O kadar basit ve sıradan değil anlatacağım insan. Hepimizin
kitaplardan öğrendiği Hatice de değil. Ruhsuz ve duygusuz
ders kitapları arasına onu sıkıştırmak ve beynimizde öylece
şekillendirerek yıllarca tanıdığımızı sandığımız bu
sevgi öğreticisini, bugün duygu ve sevgi boyutuyla tanıyacağız.
Saygın
Bir Karakter: Hanifti Hatice,
hiç puta tapmadı. Cömertti Hatice, çünkü kendi ayakları
üzerinde durabilen nadir kadınlardandı. Kadının ikinci sınıf
sayıldığı, sözüne fazla da itibar edilmeyen bir toplumda,
kendine saygı duyuracak ve sözünü dinletecek kadar da kişilik
ve vakar sahibiydi. Hatice; bize bir müminin nasıl olması
gerektiğini daha Müslüman olmadan önceki dönemlerinde anlatıyordu
ve biz görüyorduk ki böylesi şekillenen her kişilik, bir gün
Allah tarafından seçilir ve İslam ile şereflenir. İslam
bize müdanasız olmayı öğretir; birilerine yaslanmamayı,
kendine yeter olmayı, şahsiyet sahibi olmayı, paylaşmayı
bilmeyi, entelektüel olmayı ve yaşamın sunduğu acı
tatlı her olaydan dersler çıkararak olgunlaşmayı... İşte
Hz. Hatice bu karakterde bir hanımdı.
Sevgiliye
Hazırlanan Rafine Bir Eş: O
Resul’den çok önce gelmişti dünyaya, bunun sebebini yalnızca
Allah bilir. Naçizane fikrimiz, Allah’ın Hatice annemizi dünyaya
Resul’den önce göndererek onu rafine etmesi, olgunlaştırması
ve Resul’e layık bir hale getirmesi için olabilir. Zira, bu
mükemmel hanımefendi eşini temsil etmeli, yeni dini en güzel
şekilde algılayıp onu tebliğ etmeli ve eşinin küfür karşısında
içinde kabaran tüm sıkıntıyı, zehir emen bir vakum gibi çekerek
O’nu rahatlatan bir insan haline gelebilmeliydi. Bunun için
de, hayatı daha önce
tanıması gerekiyordu!..
Geleneğe
Baş Kaldıran Bir Hanım: Hz.
Hatice o kadar kendine güvenen ve ne yaptığını, ne istediğini
bilen bir hanımdı ki; Peygamber Efendimiz’i ilk gördüğü
an, O’nun doğru kişi olduğunu anlamış, kalbinde O’nu eş
olarak kendine seçmişti.
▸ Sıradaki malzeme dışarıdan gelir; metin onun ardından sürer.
class PourListOut(Out):
    """Stored pours, latest placement first."""

    pours: list[PourSummaryOut] = F("Pours")


class RejectedRowOut(Out):
    """A reading that was not stored, and why."""

    row: int = F("0-based row of the upload", 3)
    field: str = F("Offending field", "sensor")
    message: str = F("Why", "unknown sensor 'S9'")


class ConflictRowOut(Out):
    """A reading whose sensor and time are stored already with another value."""

    row: int = F("0-based row of the upload", 7)
    time: str = F("Time, UTC", "2026-11-02T13:00:00Z")
    sensor: str = F("Sensor id", "S1")
    temperature_c: float = F("Value posted [C]", 25.75)
    stored_temperature_c: float = F(
        "Value stored before this upload [C] (replaced by the posted one with replace=true)", 2.0
    )


class ReadingsReportOut(Out):
    """What happened to an upload of readings."""

    accepted: int = F("New readings stored", 140)
    duplicates: int = F("Readings already stored with the same value, not changed", 4)
    conflicts: int = F(
        "Readings already stored (same sensor and time) with another value: left as stored, "
        "or overwritten with replace=true",
        1,
    )
    conflict_rows: list[ConflictRowOut] = F("The conflicting rows (the first 100)")
    replaced: int = F("Stored values overwritten (replace=true)", 0)
    rejected: list[RejectedRowOut] = F(
        "Rows not stored, each with its reason (the first 100; rejected_count says how many)"
    )
    rejected_count: int = F("How many rows were rejected in all", 0)


class ReadingOut(Out):
    """A stored reading."""

    time: str = F("Time, UTC", "2026-11-02T13:00:00Z")
    sensor: str = F("Sensor id", "S1")
    temperature_c: float = F("Temperature [C]", 31.2)
    hours: float = F("Hours since placement [h]", 1.0)


class ReadingsOut(Out):
    """Stored readings, by time then sensor."""

    readings: list[ReadingOut] = F("Readings")


class SuspectSensorOut(Out):
    """A sensor whose readings the calibration left out, in whole or in part."""

    sensor: str = F("Sensor id", "S2")
    reason: str = F(
        "stuck (a flat run while the forecast moves), offset (the misfit is mostly a constant "
        "shift) or outlier misfit (its RMS misfit stands out from the other sensors')",
        "offset",
    )
    readings_excluded: int = F("Its readings left out of the fit", 48)
    rms_misfit_c: float = F(
        "RMS of measured minus calibrated forecast over those readings [C]", 2.02
    )
    median_error_c: float = F(
        "Median of measured minus calibrated forecast over those readings [C]", 2.0
    )
    detail: str = F("One sentence for people", "reads +2.00 C from the calibrated forecast")


class PourForecastOut(ForecastOut):
    """A re-forecast of a stored pour, calibrated to its readings."""

    calibration: dict[str, Any] = F(
        "status, fitted values (Hu and tau factors, top and, for sections and blocks, side "
        "conductance factors, placement offset C), their standard errors, RMS misfit per "
        "sensor and overall [C], readings used, suspect_sensors (see SuspectSensorOut: "
        "stuck, offset or outlier sensors left out of the fit), the robust loss and its scale "
        "[C], forecasts run",
        {"status": "calibrated to the readings so far", "rms_c": 0.18, "suspect_sensors": []},
    )
    now_h: float = F("Hours since placement, now (at the request) [h]", 50.5)
    latest_reading_h: float | None = F(
        "Hours since placement of the latest reading, or null when there is none [h]", 48.0
    )
    differential_limit_exceeded_h: float | None = F(
        "When the differential limit is forecast to be exceeded, or null [h]", None
    )
    earliest_insulation_removal_h: float | None = F(
        "Earliest hour the top insulation may come off without exceeding the differential "
        "limit later, or null [h]",
        190.0,
    )
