"""Command line: `pourheat forecast` for cron jobs and spreadsheets, `pourheat serve` (gunicorn).

A thin shell around :func:`service.forecasting.run_forecast`, so the command line and the HTTP
service validate and answer the same way. Exit codes of ``pourheat forecast``:

    0  the forecast ran (and, with --fail-on-limit, every limit is met)
    1  an output file (--csv, --json) could not be written
    2  bad input: unreadable file, invalid JSON, or an invalid scenario (each "field: message"
       is printed to stderr); also argparse's usage errors
    3  --fail-on-limit was given and a limit is forecast to be exceeded, or is not settled
       within the forecast (its maximum near the end and still rising, or a removal's cooling
       shock not over: verdict "unsettled")
"""

import argparse
import json
import os
import sys
from pathlib import Path
from typing import Any, TextIO

from pydantic import ValidationError

from service.convert import forecast_csv
from service.errors import InvalidScenarioError, validation_errors
from service.forecasting import COMMAND_LINE_MAX_CELL_STEPS, run_forecast
from service.limits import repeated_keys
from service.progress_display import ProgressDisplay

EXIT_OK = 0
EXIT_OUTPUT_ERROR = 1
EXIT_BAD_INPUT = 2
EXIT_LIMIT_EXCEEDED = 3
EXIT_READINGS_STALE = 4

DEFAULT_PORT = 8000
APP_SPEC = "service.app:create_app()"
GUNICORN_CONF = Path("deploy") / "gunicorn.conf.py"

EPILOG = """exit codes: 0 ok; 1 an output file could not be written; 2 bad input (unreadable file,
invalid JSON, invalid scenario: each "field: message" on stderr); 3 --fail-on-limit and a limit
is forecast to be exceeded or not settled within the forecast. Forecasts are estimates: limits
come from the governing specification and the engineer of record; confirm by monitoring."""


class InputError(Exception):
    """The scenario could not be read or parsed; the message says why."""


def read_scenario(source: str, stdin: TextIO | None = None) -> Any:
    """The JSON document in file ``source`` ("-" reads standard input)."""
    try:
        if source == "-":
            text = (stdin or sys.stdin).read()
            name = "<stdin>"
        else:
            text = Path(source).read_text(encoding="utf-8")
            name = source
    except (OSError, UnicodeDecodeError) as error:
        raise InputError(f"cannot read {source}: {error}") from error
    try:
        payload = json.loads(text)
    except json.JSONDecodeError as error:
        raise InputError(f"{name} is not valid JSON: {error}") from error
    repeated = repeated_keys(text)
    if repeated:
        raise InputError(f"{name} repeats the key(s) {', '.join(repeated)} in one object")
    return payload
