def coax_thermal_state(a, b, c, d, frequency, power, ambient_c, inner_resistivity_20c,
                       inner_temperature_coefficient, shield_resistivity_20c,
                       shield_temperature_coefficient, relative_permittivity, loss_tangent,
                       dielectric_thermal_resistivity, jacket_thermal_resistivity,
                       inner_relative_permeability=1.0, shield_relative_permeability=1.0,
                       offset=0.0, inner_strands=1,
                       tolerance_k=1e-4, max_iterations=100,
                       runaway_temperature_c=RUNAWAY_TEMPERATURE_C, geometry_factor=None,
                       vswr=1.0, surface_emissivity=0.0, solar_irradiance=0.0,
                       solar_absorption=0.0):
    r"""Steady temperatures of a matched coax in free air carrying CW power.

    Parameters
    ----------
    a, b, c, d : array_like
        Centre-conductor radius, dielectric outer radius, shield outer radius, jacket outer
        radius [m], ``0 < a < b < c <= d`` (``d == c``: no jacket).
    frequency : array_like
        Frequency [Hz], > 0.
    power : array_like
        CW power carried [W], >= 0.
    ambient_c : array_like
        Ambient air temperature [degC].
    inner_resistivity_20c, shield_resistivity_20c : array_like
        Conductor resistivities at 20 degC [ohm m].
    inner_temperature_coefficient, shield_temperature_coefficient : array_like
        Their temperature coefficients at 20 degC [K^-1].
    relative_permittivity, loss_tangent : array_like
        Dielectric constants [-].
    dielectric_thermal_resistivity : array_like
        Thermal resistivity of the dielectric [K m W^-1].
    jacket_thermal_resistivity : array_like
        Thermal resistivity of the jacket [K m W^-1]; not used (any value, NaN too) where
        ``d == c``.
    offset, inner_strands : array_like, optional
        Eccentricity [m] and strand count of the centre conductor, passed to
        :func:`cablefam.physics.line.line_parameters` (defaults: concentric, solid).
    inner_relative_permeability, shield_relative_permeability : array_like, optional
        Relative permeabilities of the conductors [-].
    geometry_factor : array_like, optional
        :math:`\Lambda` of the effective centre-conductor radius, ``b`` and ``offset``
        (:func:`cablefam.physics.eccentricity.geometry_factor`) when the caller has it [-].
    vswr, surface_emissivity, solar_irradiance, solar_absorption : array_like, optional
        Standing-wave ratio (>= 1; ``power`` is then the delivered power), emissivity of the
        outer surface (0: IEC black-surface constants), direct solar radiation [W m^-2] and
        the surface's absorption coefficient; see
        :class:`cablefam.physics.thermal_inputs.CoaxThermalInputs` and
        :mod:`cablefam.physics.thermal_surface`.
    tolerance_k : float, optional
        Stop a design when both conductor temperatures change by no more than this between
        passes [K].
    max_iterations : int, optional
        Passes allowed before a design is declared not converged.
    runaway_temperature_c : float, optional
        A design whose conductor temperature passes this [degC] is declared run away.

    Returns
    -------
    ThermalState
        Temperatures [degC], rise [K], heat [W m^-1], ``converged`` and ``iterations``, in the
        broadcast shape of the inputs. Not converged (run away, or still moving after
        ``max_iterations``): temperatures and heat ``+inf``, never NaN. ``power == 0``: every
        temperature equals ``ambient_c``.

    Raises
    ------
    ValueError
        If an input is non-finite or out of range (the message names it and the element).

    Notes
    -----
    Each pass, at the current temperatures :math:`\theta_c` (centre conductor) and
    :math:`\theta_{sh}` (shield):

    1. :math:`\rho_i = \rho_{i,20}[1 + \alpha_i(\theta_c - 20)]`, likewise :math:`\rho_s` at
       :math:`\theta_{sh}` (clause 2.1.1 of [1]_);
    2. :math:`R_i, R_s, G` and :math:`|Z_0|` as in
       :func:`cablefam.physics.line.line_parameters` (exact skin-effect resistance); the
       parts that do not depend on temperature (:math:`\Lambda`, :math:`L_e`, :math:`C`,
       :math:`G`, :math:`T_1`, :math:`T_3`, :math:`h`) are computed once, the internal
       impedances (:func:`cablefam.physics.line.conductor_impedances`) every pass;
    3. :math:`I^2 = P/\mathrm{Re}\,Z_0`, :math:`V^2 = P|Z_0|^2/\mathrm{Re}\,Z_0` (so that
       :math:`W = 2\,\mathrm{Re}(\gamma)P`), :math:`W_i = I^2R_i`, :math:`W_s = I^2R_s`,
       :math:`W_d = GV^2`, :math:`W = W_i + W_s + W_d`; with VSWR > 1 these at the hottest
       sections of the standing wave, and the sun's heat added at the surface
       (:mod:`cablefam.physics.thermal_surface`);
    4. :math:`\Delta\theta_s = (W/(\pi D_e h))^{4/5}`, i.e. :math:`W T_4` with :math:`T_4` of
       clause 4.2.1 of [2]_ (see :func:`surface_temperature_rise_free_air`), :math:`D_e = 2d`;
    5. rating equation of clause 1.4.1.1 of [1]_ with the mapping of the module docstring:

       .. math::
           \theta_{sh} = \theta_{amb} + W T_3 + \Delta\theta_s, \qquad
           \theta_c = \theta_{sh} + \left(W_i + \tfrac{1}{2}W_d\right) T_1

       with :math:`T_1` (dielectric) and :math:`T_3` (jacket) of clauses 4.1.2 and 4.1.4 of
       [2]_; for an offset centre conductor :math:`T_1 = \rho_T\Lambda/(2\pi)` with the
       eccentric :math:`\Lambda` of :func:`cablefam.physics.eccentricity.geometry_factor`
       (overall radius): the dielectric between two isothermal cylinders is the same
       two-dimensional potential problem as the capacitance.

    Starting from ambient, the passes are repeated, on the designs not yet converged only,
    until both temperatures move by no more than ``tolerance_k``. The iteration contracts
    with a factor of about :math:`\alpha\Delta\theta_c/(2(1 + \alpha\Delta\theta_c))` when the
    resistance follows :math:`\sqrt\rho` (skin effect). As the loss grows with temperature,
    the iterates rise monotonically from ambient towards the lowest steady state and never
    overshoot it; an iterate past ``runaway_temperature_c`` therefore means a steady state
    beyond it or none at all (loss growing faster with temperature than the surface can shed
    it: thermal runaway).

    References
    ----------
    .. [1] IEC 60287-1-1:2006+AMD1:2014, clauses 1.4.1.1 and 2.1.1.
    .. [2] IEC 60287-2-1:2015, clauses 4.1.2, 4.1.4 and 4.2.1.
    """
    inputs = CoaxThermalInputs(
        a, b, c, d, frequency, ambient_c, inner_resistivity_20c, inner_temperature_coefficient,
        shield_resistivity_20c, shield_temperature_coefficient, relative_permittivity,
        loss_tangent, dielectric_thermal_resistivity, jacket_thermal_resistivity,
        inner_relative_permeability, shield_relative_permeability, offset, inner_strands,
        geometry_factor, vswr, surface_emissivity, solar_irradiance, solar_absorption)
    return steady_state(inputs, power, tolerance_k, max_iterations, runaway_temperature_c)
Oysa o güne kadar gelen tüm evlenme
tekliflerini reddediyordu, iki eşi olmuştu ve yaşı 40 civarındaydı.
Buna rağmen güzellik ve zarafetiyle aranılan bir eş adayı
idi. Fakat O, buna rağmen tüm tekliflere
sebepsiz bir şekilde ret cevabı veriyordu. Oysa
Resul’ü gördüğü ilk anda İlahi bir hisle “işte O”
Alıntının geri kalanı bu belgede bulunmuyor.